Strawberry and White Chocolate Milkshake Cupcakes    makes 18

For the Cupcakes

210 ml Full fat Milk

210 gr Plain Flour

220 gr Caster Sugar

120 gr White Chocolate Buttons

70g soft Unsalted Butter

75 gr Strawberry Milkshake Powder

2 large free-range Eggs

1 scant tablespoon of Baking Powder

A good pinch of Salt

For the Icing

500 gr Icing Sugar

160 gr soft Unsalted Butter

100 gr Strawberry Milkshake Powder

50 ml Full Fat Milk

Red Gel Food Colouring

Cupcake or deep Muffin Tins

Preheat the oven to Gas Mark 3 / 170°C / 330 °F and line the baking trays with large paper cases. Using an electric mixer or food processor mix the butter, flour, sugar, baking powder and salt together until they form a sandy, crumb-like texture. In a bowl, whisk the milk, eggs and strawberry milkshake powder together. With the mixer on a slow speed, gradually pour half of the liquid into the crumb mixture and mix thoroughly until combined and the batter is smooth and thick. Once all the lumps are gone gradually pour in the remaining liquid and mix until thoroughly combined. Stir in half of the white chocolate buttons.

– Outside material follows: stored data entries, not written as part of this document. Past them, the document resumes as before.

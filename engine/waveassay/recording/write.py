"""Write recordings: EDF, EDF+C, EDF+D, BDF and BDF+.

A small, strict writer. It refuses what the format cannot hold and never clips, rounds inward or
leaves out. The same arguments give the same bytes.

Source: the published specifications of EDF (Kemp et al. 1992), EDF+ (Kemp and Olivan 2003) and
their 24-bit form, BDF.
"""

import os
from bisect import bisect_right
from collections.abc import Iterator, Sequence
from dataclasses import dataclass
from datetime import datetime
from fractions import Fraction
from pathlib import Path

import numpy as np
from numpy.typing import NDArray

from waveassay.contract import Floats, Interval
from waveassay.contract.errors import MachineError
from waveassay.recording.facts import Annotation
from waveassay.recording.write_fields import (
    FIELD,
    WriteError,
    exact_text,
    field_text,
    limit_text,
)

__all__ = ["WriteError", "WrittenSignal", "write_recording"]

_MONTHS = ("JAN", "FEB", "MAR", "APR", "MAY", "JUN", "JUL", "AUG", "SEP", "OCT", "NOV", "DEC")
_BLOCK_BYTES = 1 << 22  # records are put together in blocks of about this size


@dataclass(frozen=True)
class WrittenSignal:
    """One signal to write.

    Attributes
    ----------
    x : samples in ``unit``; those of all pieces one after another.
    physical_min, physical_max : values that the lowest and the highest digital value stand for.
        The header holds 8 characters, so they are rounded outward to what fits. A minimum above
        the maximum is a negative gain.
    digital_min, digital_max : None for the format's full range.
    """

    label: str
    unit: str
    rate_hz: Fraction
    x: Floats
    physical_min: float
    physical_max: float
    digital_min: int | None = None
    digital_max: int | None = None
    transducer: str = ""
    prefilter: str = ""


@dataclass(frozen=True)
class _Coded:
    """A signal as the file holds it."""

    label: str
    transducer: str
    unit: str
    physical: tuple[str, str]
    digital: tuple[int, int]
    prefilter: str
    per_record: int
    samples: NDArray[np.int32]


def write_recording(
    path: Path,
    signals: Sequence[WrittenSignal],
    start: datetime,
    *,
    annotations: Sequence[Annotation] = (),
    record_s: Fraction = Fraction(1),
    pieces: Sequence[Interval] | None = None,
    bdf: bool = False,
    plain: bool = False,
    patient: str = "X X X X",
    recording: str | None = None,
) -> None:
    """Write a recording beside its place and rename it.

    Parameters
    ----------
    path : where it goes; an existing file is replaced.
    start : time of the first sample, to the microsecond. Its fraction of a second stands in the
        first record's time stamp, as EDF+ has it.
    annotations : in any order; times in seconds from the first sample.
    record_s : length of a record; each signal must have a whole number of samples in it.
    pieces : the parts without gaps, in seconds from the first sample, each of whole records; the
        file is then EDF+D or BDF+D. None for one piece without gaps (EDF+C or BDF+C).
    plain : write EDF or BDF without time stamps; annotations, pieces and a fractional start are
        then refused.
    patient, recording : identity fields; by default they name nobody.

    Raises
    ------
    WriteError
        When the format cannot hold what is given.
    MachineError
        When the file cannot be written.
    """
    if not signals:
        raise WriteError(f"{path}: a recording needs at least one signal")
    if not 1985 <= start.year <= 2084:
        raise WriteError(f"{path}: the year {start.year} is outside the format's 1985 to 2084")
    if plain and (annotations or pieces is not None or start.microsecond):
        raise WriteError(
            f"{path}: plain {'BDF' if bdf else 'EDF'} holds no annotations, no gaps and no "
            "fraction of a second in its start; write it without `plain`"
        )
    duration_text = exact_text(record_s, "record_s", path)
    if record_s <= 0 or len(duration_text) > FIELD:
        raise WriteError(
            f"{path}: record_s must be positive and fit {FIELD} characters, not {duration_text}"
        )
    coded = [_coded(signal, record_s, bdf, path) for signal in signals]
    records = _records(signals, coded, path)
    starts = _record_starts(pieces, records, record_s, path)
    if not plain:
        fraction = Fraction(start.microsecond, 1_000_000)
        coded.append(_annotation_signal(annotations, starts, fraction, bdf, path))
    if recording is None:
        recording = f"Startdate {start.day:02d}-{_MONTHS[start.month - 1]}-{start.year} X X X"
    form = "BDF" if bdf else "EDF"
    reserved = ("24BIT" if bdf else "") if plain else f"{form}+{'C' if pieces is None else 'D'}"
    header = (
        (b"\xffBIOSEMI" if bdf else field_text("0", 8, "version", path))
        + field_text(patient, 80, "patient field", path)
        + field_text(recording, 80, "recording field", path)
        + field_text(f"{start.day:02d}.{start.month:02d}.{start.year % 100:02d}", 8, "date", path)
        + field_text(f"{start.hour:02d}.{start.minute:02d}.{start.second:02d}", 8, "time", path)
        + field_text(str(256 * (len(coded) + 1)), 8, "header size", path)
        + field_text(reserved, 44, "reserved field", path)
        + field_text(str(records), 8, "number of records", path)
        + field_text(duration_text, 8, "record duration", path)
        + field_text(str(len(coded)), 4, "number of signals", path)
        + _signal_header(coded, path)
    )
    _write_beside(path, header, _blocks(coded, records, bdf))


def _coded(signal: WrittenSignal, record_s: Fraction, bdf: bool, path: Path) -> _Coded:
    """Turn samples into digital values, with the limits as the header will hold them."""
    name = f"signal '{signal.label}'"
    low, high = (-(1 << 23), (1 << 23) - 1) if bdf else (-(1 << 15), (1 << 15) - 1)
    first = low if signal.digital_min is None else signal.digital_min
    last = high if signal.digital_max is None else signal.digital_max
    if not low <= first < last <= high:
        raise WriteError(
            f"{path}: {name}: digital limits {first} to {last} do not rise within {low} to {high}"
        )
    if not signal.label.strip():
        raise WriteError(f"{path}: a signal without a label cannot be told from others")
    if signal.label.strip() in ("EDF Annotations", "BDF Annotations"):
        raise WriteError(f"{path}: the label '{signal.label}' is kept for annotations")
    reversed_scale = signal.physical_min > signal.physical_max
    texts = (
        limit_text(signal.physical_min, up=reversed_scale, what=f"{name}: physical_min", path=path),
        limit_text(
            signal.physical_max, up=not reversed_scale, what=f"{name}: physical_max", path=path
        ),
    )
    span = float(texts[1]) - float(texts[0])
    asked = signal.physical_max - signal.physical_min
    if asked == 0 or abs(span) > 1.01 * abs(asked):
        raise WriteError(
            f"{path}: {name}: physical limits {signal.physical_min} to {signal.physical_max} would"
            f" be written as {texts[0]} to {texts[1]}; give a wider range, or another unit"
        )
    per_record = signal.rate_hz * record_s
    if signal.rate_hz <= 0 or per_record.denominator != 1:
        raise WriteError(
            f"{path}: {name}: {signal.rate_hz} Hz gives {float(per_record):g} samples in a record "
            f"of {float(record_s):g} s; a whole number is needed, choose another record_s"
        )
    return _Coded(
        label=signal.label,
        transducer=signal.transducer,
        unit=signal.unit,
        physical=texts,
        digital=(first, last),
        prefilter=signal.prefilter,
        per_record=int(per_record),
        samples=_digital(signal, float(texts[0]), span, first, last, path),
    )


def _digital(
    signal: WrittenSignal, physical_min: float, span: float, first: int, last: int, path: Path
) -> NDArray[np.int32]:
    """Scale and round the samples: ``d = first + (x - physical_min) (last - first) / span``."""
    x = np.asarray(signal.x, np.float64)
    if x.ndim != 1:
        raise WriteError(f"{path}: signal '{signal.label}': samples must be one row")
    digital = np.rint((x - physical_min) * ((last - first) / span) + first)
    wrong = np.flatnonzero(~((digital >= first) & (digital <= last)))
    if wrong.size:
        raise WriteError(
            f"{path}: signal '{signal.label}': {wrong.size} of {x.size} samples are not within "
            f"{signal.physical_min} to {signal.physical_max} {signal.unit}; the first is number "
            f"{wrong[0]}, {x[wrong[0]]}"
        )
    return digital.astype(np.int32)


def _records(signals: Sequence[WrittenSignal], coded: Sequence[_Coded], path: Path) -> int:
    """Return the number of records, which must be whole and the same for all signals."""
    counts = [Fraction(c.samples.size, c.per_record) for c in coded]
    for signal, one, count in zip(signals, coded, counts, strict=True):
        if count.denominator != 1 or count == 0:
            raise WriteError(
                f"{path}: signal '{signal.label}': {one.samples.size} samples are not whole records"
                f" of {one.per_record}"
            )
        if count != counts[0]:
            raise WriteError(
                f"{path}: signal '{signal.label}' has {count} records, but "
                f"'{signals[0].label}' has {counts[0]}"
            )
    return int(counts[0])


def _record_starts(
    pieces: Sequence[Interval] | None, records: int, record_s: Fraction, path: Path
) -> list[Fraction]:
    """Return the time of each record, s from the first sample."""
    if pieces is None:
        return [index * record_s for index in range(records)]
    starts: list[Fraction] = []
    before: Fraction | None = None
    for piece in pieces:
        count = piece.length_s / record_s
        if count.denominator != 1 or count == 0:
            raise WriteError(
                f"{path}: the piece from {float(piece.start_s):g} to {float(piece.stop_s):g} s "
                f"is not whole records of {float(record_s):g} s"
            )
        if before is None and piece.start_s != 0:
            raise WriteError(f"{path}: the first piece must start at 0 s, the first sample")
        if before is not None and piece.start_s <= before:
            raise WriteError(
                f"{path}: the piece at {float(piece.start_s):g} s does not leave a gap after the "
                f"one before, which ends at {float(before):g} s"
            )
        before = piece.stop_s
        starts.extend(piece.start_s + index * record_s for index in range(int(count)))
    if len(starts) != records:
        raise WriteError(f"{path}: the pieces hold {len(starts)} records, the signals {records}")
    return starts


def _annotation_signal(
    annotations: Sequence[Annotation],
    starts: Sequence[Fraction],
    fraction: Fraction,
    bdf: bool,
    path: Path,
) -> _Coded:
    """Return time stamps and annotations as a signal; onsets count from the header's second."""
    texts = [_stamp(start + fraction, path) + b"\x14\x14\x00" for start in starts]
    for item in sorted(annotations, key=lambda a: (a.onset_s, a.text, a.duration_s or 0)):
        if not item.text or any(ord(c) < 32 and c not in "\t\n\r" for c in item.text):
            raise WriteError(
                f"{path}: the annotation {item.text!r} is empty or has control characters"
            )
        if item.duration_s is not None and item.duration_s < 0:
            raise WriteError(f"{path}: the annotation '{item.text}' has a negative duration")
        onset = _stamp(item.onset_s + fraction, path)
        if item.duration_s is not None:
            length = exact_text(item.duration_s, "an annotation's duration", path)
            onset += b"\x15" + length.encode("ascii")
        index = bisect_right(starts, item.onset_s) - 1
        texts[max(0, index)] += onset + b"\x14" + item.text.encode("utf-8") + b"\x14\x00"
    width = 3 if bdf else 2
    per_record = -(-max(map(len, texts)) // width)
    raw = b"".join(text.ljust(per_record * width, b"\0") for text in texts)
    if bdf:
        parts = np.frombuffer(raw, np.uint8).astype(np.int32).reshape(-1, 3)
        samples = parts[:, 0] | (parts[:, 1] << 8) | (parts[:, 2] << 16)
    else:
        samples = np.frombuffer(raw, "<i2").astype(np.int32)
    limit = (1 << 23) if bdf else (1 << 15)
    label = "BDF Annotations" if bdf else "EDF Annotations"
    digital = (-limit, limit - 1)
    return _Coded(label, "", "", ("-1", "1"), digital, "", per_record, samples)


def _stamp(time_s: Fraction, path: Path) -> bytes:
    """Return an onset with its sign, which the format asks for."""
    text = exact_text(time_s, "an annotation's or record's onset", path)
    return (text if time_s < 0 else f"+{text}").encode("ascii")


def _signal_header(coded: Sequence[_Coded], path: Path) -> bytes:
    """Return the signals' part of the header, field by field."""
    fields = (
        [field_text(c.label, 16, "label", path) for c in coded],
        [field_text(c.transducer, 80, "transducer", path) for c in coded],
        [field_text(c.unit, 8, "unit", path) for c in coded],
        [field_text(c.physical[0], 8, "physical minimum", path) for c in coded],
        [field_text(c.physical[1], 8, "physical maximum", path) for c in coded],
        [field_text(str(c.digital[0]), 8, "digital minimum", path) for c in coded],
        [field_text(str(c.digital[1]), 8, "digital maximum", path) for c in coded],
        [field_text(c.prefilter, 80, "prefilter", path) for c in coded],
        [field_text(str(c.per_record), 8, "samples per record", path) for c in coded],
        [field_text("", 32, "reserved", path) for _ in coded],
    )
    return b"".join(b"".join(field) for field in fields)


def _blocks(coded: Sequence[_Coded], records: int, bdf: bool) -> Iterator[bytes]:
    """Yield the records, some at a time."""
    width = 3 if bdf else 2
    per_record = sum(c.per_record for c in coded)
    count = max(1, _BLOCK_BYTES // (per_record * width))
    for first in range(0, records, count):
        last = min(records, first + count)
        block = np.concatenate(
            [
                c.samples[first * c.per_record : last * c.per_record].reshape(last - first, -1)
                for c in coded
            ],
            axis=1,
        )
        if bdf:
            octets = np.ascontiguousarray(block, "<i4").view(np.uint8).reshape(-1, 4)
            yield octets[:, :3].tobytes()
        else:
            yield block.astype("<i2").tobytes()


def _write_beside(path: Path, header: bytes, blocks: Iterator[bytes]) -> None:
    """Write under another name and rename, so that half a file never bears the name."""
    part = path.with_name(f".{path.name}.{os.getpid()}.part")
    try:
        with part.open("wb") as file:
            file.write(header)
            for block in blocks:
                file.write(block)
        part.replace(path)
    except OSError as error:
        raise MachineError(f"{path}: cannot be written: {error.strerror or error}") from error
    finally:
        part.unlink(missing_ok=True)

Evenly divide the cake batter between the prepared cases and bake in the oven for twenty to twenty-five minutes. Remove from the oven and leave to cool slightly before removing them from the tin and placing on a wire rack to cool. Sift the icing sugar into a large bowl and add the butter, beat together with a wooden spoon or electric mixer. In a jug, mix together the milk and strawberry milkshake powder, then gradually pour the liquid into the icing while mixing on a slow speed. Add a little red food colouring to colour the icing pink. Turn the mixer up to a high speed and beat the icing until light and fluffy. Scoop the whipped-up icing into a piping bag with a star nozzle, ready to ice the completely cool cupcakes. To get the two-tone effect I diluted a little more food colouring with a little water and brushed around the inside of the piping bag before piping the frosting onto the cakes.

Decorate with the remaining white chocolate buttons, some fresh or freeze-dried strawberries and a dust of icing sugar.